3.3. Other Studies on Specific Diseases

Two studies analyzed vitamin D levels in specific pediatric groups: with celiac disease (CD) and with Familial Mediterranean Fever (FMF). In the first study, the goal was to determine the prevalence of RLS in children with CD and to investigate the associated factors for RLS, such as iron and vitamin D levels. CD is an immune-mediated enteropathy triggered by ingestion of dietary gluten in genetically predisposed individuals [93]. Işıkay et al. [94] studied 226 children with CD and 268 control children showing that RLS prevalence was similar in both groups (3.5% vs. 3.0%, respectively). In children with CD, RLS severity was negatively correlated with serum ferritin, folic acid, or 25(OH)D levels. The CD group with RLS showed also iron deficiency anemia.

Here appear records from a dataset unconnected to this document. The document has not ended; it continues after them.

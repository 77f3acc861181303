/** Every parameter that has a name, in the order of the bench: what is slid first, then what is typed or switched, group by group. */
import { FIELD_GROUPS, type FieldGroup, type ParameterField } from './parameter-field';
import { FIELDS } from './parameter-fields';
import { SLIDERS } from './parameter-specs';

export const PARAMETER_LIST: readonly ParameterField[] = (Object.keys(FIELD_GROUPS) as FieldGroup[]).flatMap(
  (group) => [
    ...SLIDERS.filter((slider) => slider.group === group).map(({ path, label, quantity }) => ({
      path,
      label,
      quantity,
      group,
    })),
    ...FIELDS.filter((field) => field.group === group),
  ],
);

const BY_PATH = new Map(PARAMETER_LIST.map((field) => [field.path, field]));

/** The parameter at a dotted path; undefined where none is named so. */
export const parameterAt = (path: string): ParameterField | undefined => BY_PATH.get(path);
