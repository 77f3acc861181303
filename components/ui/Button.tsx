import { useState, type ReactNode } from 'react';
import { ActivityIndicator, Pressable, StyleSheet, View, type PressableProps } from 'react-native';
import { hairline, radius, space, touchTarget } from '@/constants/theme';
import { Icon, type IconName } from './Icon';
import { Text, toneColour, type Tone } from './Text';
import { useTheme } from './ThemeProvider';
import { web } from './web-props';

export type ButtonKind = 'primary' | 'quiet' | 'danger' | 'plain';

export interface ButtonProps extends Omit<PressableProps, 'children' | 'style' | 'disabled'> {
  label: string;
  kind?: ButtonKind;
  icon?: IconName;
  /** Shows the icon alone; the label is then read out, and shown under the pointer or the focus. */
  iconOnly?: boolean;
  busy?: boolean;
  disabled?: boolean;
  /** Why it is disabled: read out, and shown under the pointer or at a touch. */
  reason?: string;
  /** Takes the whole width of its parent. */
  wide?: boolean;
}

/** 44 high at the least. While busy it keeps its width and takes no press. */
export function Button(props: ButtonProps) {
  return props.disabled && props.reason ? (
    <Explained reason={props.reason} wide={props.wide}>
      <Plain {...props} />
    </Explained>
  ) : (
    <Plain {...props} />
  );
}

function Plain(props: ButtonProps) {
  const { label, kind = 'quiet', icon, iconOnly, busy, disabled, wide, ...rest } = props;
  const { palette } = useTheme();
  const [hovered, setHovered] = useState(false);
  const [focused, setFocused] = useState(false);
  const off = disabled || busy;
  const tone = textTone[kind];
  const filled = kind === 'primary';
  const ground = filled ? palette.petrol : kind === 'plain' ? 'transparent' : palette.sheet;
  return (
    <Pressable
      role="button"
      aria-label={spokenLabel(props)}
      aria-busy={busy}
      {...rest}
      disabled={off}
      onHoverIn={() => setHovered(true)}
      onHoverOut={() => setHovered(false)}
      onFocus={(event) => {
        setFocused(isFocusVisible(event.target));
        rest.onFocus?.(event);
      }}
      onBlur={(event) => {
        setFocused(false);
        rest.onBlur?.(event);
      }}
      style={({ pressed }) => [
        styles.base,
        iconOnly ? styles.iconOnly : null,
        wide ? styles.wide : null,
        {
          backgroundColor: ground,
          borderColor: kind === 'plain' ? 'transparent' : filled ? palette.petrol : palette.rule,
        },
        hovered && !off && !filled ? { backgroundColor: palette.well } : null,
        !off && (pressed || (hovered && filled)) ? styles.pressed : null,
      ]}
    >
      <View style={[styles.content, disabled ? styles.disabled : null]}>
        {icon ? <Icon name={icon} size={20} tone={tone} /> : null}
        {iconOnly ? null : (
          <Text variant="label" strong tone={tone} style={styles.text}>
            {label}
          </Text>
        )}
      </View>
      {busy ? (
        <View style={[styles.busy, { backgroundColor: ground }]}>
          <ActivityIndicator size="small" color={toneColour(palette, tone)} />
        </View>
      ) : null}
      {iconOnly && !off && (hovered || focused) ? <Hint text={label} /> : null}
    </Pressable>
  );
}

/** True for focus that came by the keyboard: a press or an opening dialog does not call the hint up. */
function isFocusVisible(target: unknown): boolean {
  return typeof Element !== 'undefined' && target instanceof Element && target.matches(':focus-visible');
}

/** A button that cannot be pressed hears no pointer: what is around it tells why, under the pointer or at a touch. */
function Explained({ reason, wide, children }: { reason: string; wide?: boolean; children: ReactNode }) {
  const [shown, setShown] = useState(false);
  const hear = {
    onMouseEnter: () => setShown(true),
    onMouseLeave: () => setShown(false),
    onTouchStart: () => setShown(true),
    onTouchEnd: () => setTimeout(() => setShown(false), HINT_MS),
  };
  return (
    <View {...web(hear)} style={wide ? styles.wide : null}>
      <View pointerEvents="none">{children}</View>
      {shown ? <Hint text={reason} /> : null}
    </View>
  );
}

const HINT_MS = 2500;

/** Words under a button that shows none, or that cannot be pressed. The screen reader has them from the label. */
function Hint({ text }: { text: string }) {
  const { palette } = useTheme();
  return (
    <View pointerEvents="none" aria-hidden style={styles.hintPlace}>
      <View style={[styles.hint, OWN_WIDTH, { backgroundColor: palette.ink }]}>
        <Text variant="small" style={{ color: palette.sheet }}>
          {text}
        </Text>
      </View>
    </View>
  );
}

function spokenLabel({ label, iconOnly, disabled, reason, ...rest }: ButtonProps): string | undefined {
  const given = rest['aria-label'];
  if (disabled && reason) return `${given ?? label}. ${reason}`;
  return given ?? (iconOnly ? label : undefined);
}

const textTone: Record<ButtonKind, Tone> = {
  primary: 'onPetrol',
  quiet: 'petrol',
  danger: 'vermilion',
  plain: 'petrol',
};

/** As wide as its words, not as its button; React Native's types do not know it. */
const OWN_WIDTH: object = { width: 'max-content' };

const styles = StyleSheet.create({
  base: {
    minHeight: touchTarget,
    minWidth: touchTarget,
    paddingHorizontal: space.l,
    paddingVertical: space.s,
    borderRadius: radius,
    borderWidth: hairline,
    alignItems: 'center',
    justifyContent: 'center',
  },
  content: { flexDirection: 'row', alignItems: 'center', justifyContent: 'center', gap: space.s },
  iconOnly: { paddingHorizontal: space.s },
  wide: { alignSelf: 'stretch' },
  text: { fontSize: 15, textAlign: 'center', flexShrink: 1 },
  pressed: { opacity: 0.88 },
  disabled: { opacity: 0.55 },
  busy: { ...StyleSheet.absoluteFill, alignItems: 'center', justifyContent: 'center', borderRadius: radius },
  hintPlace: { position: 'absolute', top: '100%', right: 0, zIndex: 10, paddingTop: space.xs },
  hint: {
    borderRadius: radius,
    paddingHorizontal: space.s,
    paddingVertical: space.xs,
    maxWidth: 220,
  },
});
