/** A parameter that is typed, switched or chosen rather than slid: its name of the trade, its unit, what it hangs on. */
import { chosenUnit, unitsOf, type DisplayUnits } from '@/shared/display-units';
import { defaultUnit, type DisplayUnit, type Quantity } from '@/shared/units';

export type FieldGroup =
  | 'gyro'
  | 'accel'
  | 'gnss'
  | 'gate'
  | 'initial'
  | 'mechanisation'
  | 'clipping'
  | 'stops'
  | 'vehicle'
  | 'sensors'
  | 'states';

export const FIELD_GROUPS: Record<FieldGroup, string> = {
  gyro: 'Gyro',
  accel: 'Accelerometer',
  gnss: 'GNSS',
  gate: 'Gate',
  initial: 'Start',
  mechanisation: 'Mechanisation',
  clipping: 'Clipping',
  stops: 'Stops',
  vehicle: 'Vehicle constraint',
  sensors: 'Other sensors',
  states: 'Further states',
};

export interface ParameterField {
  path: string;
  group: FieldGroup;
  label: string;
  quantity?: Quantity;
  /** Symbol of the quantity's unit that is shown; left out: its default. Without a quantity: the unit as the contract has it. */
  unit?: string;
  /** Words for the values of a choice. */
  words?: Readonly<Record<string, string>>;
  hint?: string;
  /** What counts while nothing is set. */
  unset?: string;
  /** Bounds on what may be typed where the contract sets none, SI. */
  range?: { low: number; high: number };
  /** Switches of which at least one must be on for this to count. */
  needs?: readonly string[];
}

/** The unit that a field is shown in: the one that was chosen for its quantity, else its own; null: it has none. */
export function fieldUnit({ quantity, unit }: ParameterField, chosen: DisplayUnits = {}): DisplayUnit | null {
  if (!quantity) return unit ? { symbol: unit, toSi: 1 } : null;
  return (
    chosenUnit(quantity, chosen) ??
    unitsOf(quantity).find((one) => one.symbol === unit) ??
    defaultUnit(quantity)
  );
}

The second study investigated the correlation between serum levels of vitamin B12 and vitamin D with the self-reported quality of sleep of pediatric patients with FMF. FMF is the most common autoinflammatory disorder, inherited in an autosomal recessive manner and characterized by recurrent fever and serositis. Ekinci et al. [95] selected 63 children with FMF divided into subgroups depending on vitamin D serum concentrations: ≥20 and <20 ng/mL and vitamin B12 serum concentrations: ≥200 and <200 pg/mL. Information on sleep quality were obtained using self-administered Pittsburg Sleep Quality Index (PSQI) questionnaire. Total PSQI score, sleep disorders, and daytime sleepiness sub-scores were statistically higher in patients with serum vitamin D levels below 20 ng/mL. Vitamin D deficiency was present in 36.5% of patients and low levels of vitamin D correlated with poorer sleep quality.

4. Conclusions

The present systematic review, to our knowledge, is the first to assess the association between Vitamin D and sleep disorders in children. However, some potential limitations should be recognized: (a) the number of studies eligible for our review was small and with different study designs; (b) most of the studies were cross-sectional; and (c) there was a high heterogeneity of the studies linked to different assessment of sleep and of vitamin D deficiency. Nevertheless, this review demonstrates that Vitamin D has both a direct and an indirect role in the regulation of sleep and that vitamin D deficiency < 20 ng/mL is associated with a higher risk of sleep disorders in children. However, although vitamin D deficiency has been associated with sleep disorders, evidence is still scarce to concretely support the role of vitamin D supplementation in the prevention or treatment of sleep disorders in children. Therefore, high-quality prospective cohort studies and well-designed randomized controlled trials (RCTs) are needed to verify this relationship and to determine the effect of vitamin D supplementation in children with sleep disorders.